The Lost Squadron by Dick Grace. Grosset and Dunlap (1932), 283 pp.
Red, a veteran aviator, is participating in the final mission of Captain Gibson’s group of stunt pilots. Gibson, who owns an airfield and an array of decrepit warplanes, provides aerial action for films produced by Epic Pictures. It’s a dangerous business, and already four of the original seven fliers have died in accidents. Only three remain -- Gibson, Red and young Phil Tate. They're finishing their work on a war movie directed by arrogant and insulting Arthur de Forst. Gibson once had an acrimonious affair with the star, Nena Lafollette, currently de Forst’s wife, but his amorous aspirations are now aimed at “The Pest,” the teenaged sister of one of the dead pilots. Tensions rise with the approach of the last and most difficult stunts.
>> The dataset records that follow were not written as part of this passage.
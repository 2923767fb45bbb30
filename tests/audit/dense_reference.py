"""Everything the audits say of readings, from the definitions, in exact fractions: slow, and knowing nothing of graphs.

Coordinates are what could be read: a flow or a difference of each edge, then a supply or a potential. The values that
the law admits are start + basis z with z free. C spans what contradicts readings, C A = 0 for the design A of the
readings, and M = C' (C Q C')^-1 C for their covariance Q. Source: Teunissen, Testing Theory, 2000, chapters 3 and 4
(from memory).
"""

from collections.abc import Sequence
from dataclasses import dataclass
from fractions import Fraction
from functools import cached_property

from .exact_adjustment import Row, dot, echelon, inverse

ZERO = Fraction(0)


def null_space(rows: Sequence[Row], n_columns: int) -> list[Row]:
    """A basis of the solutions of rows x = 0."""
    solved, pivots = echelon(rows, n_columns)
    free = [c for c in range(n_columns) if c not in pivots]
    basis = [[Fraction(int(c == f)) for c in range(n_columns)] for f in free]
    for row, pivot in zip(solved, pivots, strict=True):
        for vector, f in zip(basis, free, strict=True):
            vector[pivot] = -row[f]
    return basis


def solution(rows: Sequence[Row], right: Row, n_columns: int) -> Row | None:
    """Some solution of rows x = right; None where there is none."""
    doubled = [[*row, value] for row, value in zip(rows, right, strict=True)]
    solved, pivots = echelon(doubled, n_columns + 1)
    if n_columns in pivots:
        return None
    found = [ZERO] * n_columns
    for row, pivot in zip(solved, pivots, strict=True):
        found[pivot] = row[n_columns]
    return found


def turned(rows: Sequence[Row], n_columns: int) -> list[Row]:
    return [[row[c] for row in rows] for c in range(n_columns)]


def times(matrix: Sequence[Row], vector: Row) -> Row:
    return [dot(row, vector) for row in matrix]


@dataclass
class Reference:
    """Readings of coordinates, each of one, with variances and common errors; and what readings say of any error.

    `at` names the coordinate of each reading; `common` says how far each common error moves each reading.
    """

    start: Row
    basis: list[Row]
    at: list[int]
    reading: Row
    variance: Row
    common: list[Row]

    @cached_property
    def n_free(self) -> int:
        return len(self.basis[0]) if self.basis else 0

    @cached_property
    def design(self) -> list[Row]:
        return [self.basis[i] for i in self.at]

    @cached_property
    def checks(self) -> list[Row]:
        """C: every way in which readings can contradict each other."""
        return null_space(turned(self.design, self.n_free), len(self.at))

    @cached_property
    def covariance(self) -> list[Row]:
        size = range(len(self.at))
        return [
            [
                (self.variance[i] if i == j else ZERO) + sum((g[i] * g[j] for g in self.common if g[i]), ZERO)
                for j in size
            ]
            for i in size
        ]

    @cached_property
    def spread(self) -> list[Row]:
        """The covariance of what the checks miss, inverted."""
        drawn = [times(self.covariance, check) for check in self.checks]
        return inverse([times(self.checks, row) for row in drawn])

    @cached_property
    def misses(self) -> Row:
        return times(self.checks, [y - self.start[i] for y, i in zip(self.reading, self.at, strict=True)])

    @cached_property
    def weighed(self) -> Row:
        return times(self.spread, self.misses)

    @property
    def dof(self) -> int:
        return len(self.checks)

    @cached_property
    def chi_square(self) -> Fraction:
        return dot(self.misses, self.weighed)

    def seen(self, error: Row) -> Row:
        """What an error of the readings adds to what the checks miss."""
        return times(self.checks, error)

    def score(self, error: Row) -> Fraction:
        return dot(self.seen(error), self.weighed)

    def weight(self, error: Row) -> Fraction:
        seen = self.seen(error)
        return dot(seen, times(self.spread, seen))

    def alone(self, k: int) -> Row:
        return [Fraction(int(i == k)) for i in range(len(self.at))]

    @cached_property
    def adjusted(self) -> Row:
        """The readings with Q C' (C Q C')^-1 of what they miss taken away."""
        pulled = times(turned(self.checks, len(self.at)), self.weighed)
        return [y - q for y, q in zip(self.reading, times(self.covariance, pulled), strict=True)]

    @cached_property
    def drawn(self) -> list[Row]:
        """C Q, one row a check."""
        return [times(self.covariance, check) for check in self.checks]

    def redundancy(self, k: int) -> Fraction:
        """Entry of Q M on the diagonal."""
        column = [row[k] for row in self.drawn]
        return dot(column, times(self.spread, [check[k] for check in self.checks]))

    def functional(self, row: Row) -> tuple[Fraction, Fraction] | None:
        """Value and variance of row z, less the start; None where the readings do not say."""
        share = solution(turned(self.design, self.n_free), row, len(self.at))
        if share is None:
            return None
        away = [x - self.start[i] for x, i in zip(self.adjusted, self.at, strict=True)]
        seen = times(self.drawn, share)
        variance = dot(share, times(self.covariance, share)) - dot(seen, times(self.spread, seen))
        return dot(share, away), variance

    def coordinate(self, i: int) -> tuple[Fraction, Fraction] | None:
        """Adjusted value and variance of a coordinate, read or not."""
        found = self.functional(self.basis[i])
        return None if found is None else (self.start[i] + found[0], found[1])

    def standing(self, i: int) -> str:
        """Where several readings are of one coordinate, whether the others say something of it."""
        own = [k for k, at in enumerate(self.at) if at == i]
        if not own:
            return "unknown" if self.coordinate(i) is None else "inferred"
        together = [Fraction(int(k in own)) for k in range(len(self.at))]
        return "checked" if any(self.seen(together)) else "unchecked"


def is_parallel(one: Row, other: Row) -> bool:
    first = next((i for i, x in enumerate(one) if x), None)
    if first is None or not other[first]:
        return False
    return all(a * other[first] == b * one[first] for a, b in zip(one, other, strict=True))


def flows(
    ends: list[tuple[int, int]], closed: list[int], put_in: dict[int, Fraction], read_at: list[int]
) -> tuple[Row, list[Row], dict[int, Row | None]]:
    """Start and basis of the flows of edges and the measured supplies, and what a leak of 1 at a vertex moves them.

    Inflow minus outflow plus supply is zero at every closed vertex, or what leaks there. None where no flows at all
    have a leak there and nowhere else.
    """
    size = len(ends) + len(read_at)
    rows = [[Fraction((b == v) - (a == v)) for a, b in ends] + [Fraction(int(w == v)) for w in read_at] for v in closed]
    start = solution(rows, [-put_in.get(v, ZERO) for v in closed], size)
    assert start is not None
    leak = {v: solution(rows, [Fraction(int(w == v)) for w in closed], size) for v in closed}
    basis = null_space(rows, size)
    return start, [list(row) for row in turned(basis, size)], leak


def differences(
    ends: list[tuple[int, int]], n: int, fixed: dict[int, Fraction], read_at: list[int]
) -> tuple[Row, list[Row], dict[int, Row]]:
    """Start and basis of the differences of edges and the measured potentials, and what they are if a held one is out.

    If a held potential is stated 1 too high, the differences to it are smaller than it says.
    """
    free = [v for v in range(n) if v not in fixed]
    start = [fixed.get(b, ZERO) - fixed.get(a, ZERO) for a, b in ends] + [ZERO for _ in read_at]
    basis = [[Fraction((b == v) - (a == v)) for v in free] for a, b in ends]
    basis += [[Fraction(int(v == w)) for v in free] for w in read_at]
    moved = {v: [Fraction((a == v) - (b == v)) for a, b in ends] + [ZERO for _ in read_at] for v in fixed}
    return start, basis, moved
This novel, which appeared originally as a magazine serial, combines two American fascinations of the 1920s and 1930s -- aviation and the movies. Grace’s descriptions of the stunts, based on his own flying experiences, are vivid and exciting. Much like similar sequences in Tedd Thomey’s Jet Pilot (1955) and Hank Searls’ The Big X (1959), they put readers right into the cockpit. The author’s portrayal of the pilots, whom he sees trapped somewhere between love and addiction, shows why they persist in their perilous occupation. His view of the film makers suggests that the director’s callousness is replicated throughout the industry. Meanwhile, Grace’s narrator, Red, adds punch to the story by frequently using very short sentences. His opener -- “I’m wanted for murder.” -- sets the tone. Much less successful are the book’s characters and plotting. Nena and The Pest do almost nothing to carry the story forward. Maybe if Grace had beefed up their parts, he could have kept things interesting for the final half of the book. As it is, the action pretty much stops about 100 pages before the novel reaches its expected conclusion. Shortcomings aside, The Lost Squadron (and its film adaptation) should hold the interest of some modern fans of both aviation fiction and Hollywood fiction.